When Koster finished clicking a few links and declared 'I've just created an MMO', I thought 'Well, no, you've just created a graphical chat room.' I'm sure he was referring to the potential of this new space to become whatever he wanted, but what he was showing was as far removed from a modern MMO as any IM session. It remains to be seen whether Metaplace is of sufficient prowess as to make the kinds of MMO people have in mind -- all of which are sure to be either modeled on WoW, or a reaction against it. People play these big MMOs because of all their features, not in spite of them. If Metaplace can't offer these same features, innovative or not, there's a chance it will be relegated to cottage industry status.

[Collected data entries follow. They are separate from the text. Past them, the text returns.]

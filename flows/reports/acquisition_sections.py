"""What stands on the page of one acquisition, section by section: sentences, drawings and rows, all made from the view alone."""

from __future__ import annotations

from dataclasses import dataclass
from typing import TYPE_CHECKING, Any

from flows.reports.figures import Data
from flows.reports.figures_card import card_figure
from flows.reports.figures_loops import accepted_together, loop_panel, panel_reach, panel_scales, template_shape
from flows.reports.figures_preload import preload_filling, preload_loops
from flows.reports.figures_ribbon import cell_words, ribbon
from flows.reports.reasons import is_decisive
from flows.reports.wording import counted, is_number, listing, number, number_ranges, quantity, sentence

if TYPE_CHECKING:
    from collections.abc import Sequence

    from markupsafe import Markup

    from flows.reports.reasons import Finding, Reason, Reasons

MOST_PANELS = 21
_DEEDS = {
    "reject": "These beats are rejected.",
    "withhold": "What it spoils is withheld.",
    "correct": "It was corrected; the intervals carry what is left of it.",
    "query": "The site is asked.",
    "none": "Nothing was taken away for it.",
}


@dataclass(frozen=True, slots=True)
class RibbonSection:
    """One run: its facts in words, its ribbon (None without beats) and, as text, every beat that is not plainly accepted."""

    run: str
    facts: str
    verdict: str
    kept: str
    ribbon: Markup | None
    told: tuple[str, ...]


@dataclass(frozen=True, slots=True)
class Card:
    """The evidence of one finding."""

    anchor: str
    letter: str
    decisive: bool
    title: str
    where: str
    verdict: str
    told: str
    deed: str
    measured: str
    figure: Markup | None


@dataclass(frozen=True, slots=True)
class LoopGroup:
    """The loops one reason took out of one run: those shown at once, those folded away, and what else there is to say."""

    letter: str
    check: str
    where: str
    shown: tuple[Markup, ...]
    folded: tuple[Markup, ...]
    note: str


@dataclass(frozen=True, slots=True)
class PreloadSection:
    """One preload run: its drawings and its facts."""

    run: str
    facts: str
    loops: Markup | None
    filling: Markup | None


def runs_of(evidence: Data) -> Sequence[Data]:
    """Return the runs of an evidence, an empty list where there is none."""
    runs: Sequence[Data] = evidence.get("runs") or ()
    return runs


def ribbon_sections(runs: Sequence[Data], reasons: Reasons) -> tuple[RibbonSection, ...]:
    """Return one ribbon section a run, in the order of the evidence."""
    sections = []
    for place, run in enumerate(runs, start=1):
        beats = run.get("beats") or ()
        accepted = sum(beat.get("verdict") == "accepted" for beat in beats)
        notable = [
            beat for beat in beats if beat.get("verdict") != "accepted" or reasons.mark(str(run["run"]), int(beat["beat"])).flagged_by
        ]
        sections.append(
            RibbonSection(
                run=str(run["run"]),
                facts=run_facts(run),
                verdict=str(run.get("verdict") or ""),
                kept=f"{accepted} of {counted(len(beats), 'beat')} accepted" if beats else "no beats",
                ribbon=ribbon(run, reasons, f"ribbon-{place}"),
                told=tuple(cell_words(run, beat, reasons) for beat in notable),
            )
        )
    return tuple(sections)


def run_facts(run: Data) -> str:
    """Return kind, stage, rate and length of a run in a few words; what is not known is left out."""
    parts = [str(run[key]) for key in ("kind", "manoeuvre", "stage") if run.get(key)]
    if is_number(run.get("sampling_rate_hz")):
        parts.append(f"{number(run['sampling_rate_hz'], 4)} Hz")
    if is_number(run.get("duration_s")):
        parts.append(f"{number(run['duration_s'])} s")
    return ", ".join(parts)


def cards(runs: Sequence[Data], reason_list: Sequence[Reason]) -> tuple[Card, ...]:
    """Return one card a finding, in the order of the reasons."""
    by_name = {str(run["run"]): run for run in runs}
    return tuple(
        _card(reason, finding, by_name.get(str(finding.get("run"))), place)
        for reason in reason_list
        for place, finding in enumerate(reason.findings, start=1)
    )


def _card(reason: Reason, finding: Finding, run: Data | None, place: int) -> Card:
    anchor = f"card-{reason.letter}-{place}"
    beats = finding.get("beats") or ()
    where = str(finding.get("run") or "the whole acquisition")
    if beats:
        where += f", beat{'' if len(beats) == 1 else 's'} {number_ranges(beats)}"
    measured = quantity(finding.get("value"), finding.get("unit")) if is_number(finding.get("value")) else "a fact, nothing to measure"
    if is_number(finding.get("limit")):
        measured += f", limit {quantity(finding['limit'], finding.get('unit'))}"
    return Card(
        anchor=anchor,
        letter=reason.letter if is_decisive(finding) else reason.letter.lower(),
        decisive=is_decisive(finding),
        title=reason.title,
        where=where,
        verdict=str(finding.get("verdict") or ""),
        told=sentence(finding.get("reason")),
        deed=_deed(finding),
        measured=measured,
        figure=card_figure(finding, run, f"{anchor}-figure"),
    )


def _deed(finding: Finding) -> str:
    deed = _DEEDS.get(str(finding.get("action") or "none"), sentence(finding.get("action")))
    spoils = [str(index) for index in finding.get("spoils") or ()]
    if spoils and is_decisive(finding):
        return f"{deed} It reaches {listing(sorted(spoils), 8)}."
    return deed


def template_shapes(runs: Sequence[Data]) -> list[Markup]:
    """Return the templates of all runs, each to be placed once on the page."""
    found = [template_shape(run, f"template-{place}") for place, run in enumerate(runs, start=1)]
    return [shape for shape in found if shape is not None]


def loop_groups(runs: Sequence[Data], reasons: Reasons, *, rejected: bool) -> tuple[LoopGroup, ...]:
    """Return the loops of rejected (else of only flagged) beats, a group for each reason and run; a beat stands under its first reason."""
    groups = []
    for reason in reasons.ordered:
        for place, run in enumerate(runs, start=1):
            chosen = _beats_under(run, reasons, reason.check, rejected=rejected)
            if chosen:
                groups.append(_loop_group(run, chosen, reason, place, rejected=rejected))
    return tuple(groups)


def panel_reaches(runs: Sequence[Data], groups: Sequence[LoopGroup]) -> str:
    """Return, for every run that has a group, what the axes its panels share hold."""
    shown = [run for run in runs if any(group.where.startswith(f"{run['run']}: ") for group in groups)]
    return "; ".join(f"{run['run']} {panel_reach(run)}" for run in shown)


def _beats_under(run: Data, reasons: Reasons, check: str, *, rejected: bool) -> list[int]:
    chosen = []
    for beat in run.get("beats") or ():
        mark = reasons.mark(str(run["run"]), int(beat["beat"]))
        is_rejected = beat.get("verdict") != "accepted"
        named = mark.rejected_by if rejected else mark.flagged_by
        if is_rejected == rejected and named[:1] == (check,):
            chosen.append(int(beat["beat"]))
    return chosen


def _loop_group(run: Data, chosen: Sequence[int], reason: Reason, place: int, *, rejected: bool) -> LoopGroup:
    loops = {int(loop["beat"]): loop for loop in run.get("loops") or ()}
    template = f"template-{place}" if run.get("template") else None
    verdict = "rejected" if rejected else "flagged"
    axes = panel_scales(run)
    panels = [
        loop_panel(
            axes,
            loops[beat],
            f"Beat {beat} of {run['run']}, {verdict} by {reason.check}",
            f"loop-{place}-{beat}",
            template,
            kept=not rejected,
        )
        for beat in chosen
        if beat in loops
    ]
    absent = len(chosen) - len(panels)
    return LoopGroup(
        letter=reason.letter if rejected else reason.letter.lower(),
        check=reason.check,
        where=f"{run['run']}: {counted(len(chosen), 'beat')}",
        shown=tuple(panels[:MOST_PANELS]),
        folded=tuple(panels[MOST_PANELS:]),
        note=f"For {counted(absent, 'further beat')} no loop was kept." if absent else "",
    )


def accepted_drawings(runs: Sequence[Data]) -> tuple[tuple[str, Markup], ...]:
    """Return, for each run with accepted loops, its name and those loops drawn together."""
    drawn = ((str(run["run"]), accepted_together(run, f"accepted-{place}")) for place, run in enumerate(runs, start=1))
    return tuple((run, figure) for run, figure in drawn if figure is not None)


def preload_sections(runs: Sequence[Data]) -> tuple[PreloadSection, ...]:
    """Return the preload runs in the order of the evidence."""
    sections = []
    for place, run in enumerate(runs, start=1):
        if run.get("kind") == "preload-reduction":
            drawings: tuple[Any, Any] = preload_loops(run, f"preload-{place}"), preload_filling(run, f"filling-{place}")
            sections.append(PreloadSection(str(run["run"]), f"{run_facts(run)}. {_preload_words(run)}", *drawings))
    return tuple(sections)


def _preload_words(run: Data) -> str:
    window = [beat for beat in run.get("beats") or () if beat.get("in_window")]
    accepted = sum(beat.get("verdict") == "accepted" for beat in window)
    end = run.get("line") or {}
    words = f"{counted(len(window), 'beat')} in the window, {accepted} accepted." if window else "No window was found."
    if is_number(end.get("ees_mmhg_per_ml")) and is_number(end.get("v0_ml")):
        return f"{words} Ees {quantity(end['ees_mmhg_per_ml'], 'mm[Hg]/mL')}, V0 {quantity(end['v0_ml'], 'mL')}."
    return f"{words} No line was fitted."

Metaplace's success also depends on the idea that more people are interested in creating their own things, rather than just wanting to play something out of the box, which is much easier, and I'm not entirely convinced that this is the case. Certainly, it's Second Life's main attraction, and how many residents are also content creators? How much of the World Wide Web's webpages have been hand-coded by their users? But then again, does there need to be a large number of creators for Metaplace to succeed?

Again, don't get me wrong, I'm not against Metaplace; in fact, I'm all for it. It's a big step in the right direction, and Raph Koster is absolutely the visionary to spearhead it. He's respected, knowledgable, passionate, and speaks well. Is this the right time for Metaplace? Could be. All I know is that I entered the session excited, and left it unmoved. Surely the potential is there, but if it's up to the worldwide audience to make this platform a serious concern, then it's got an uphill battle ahead of it.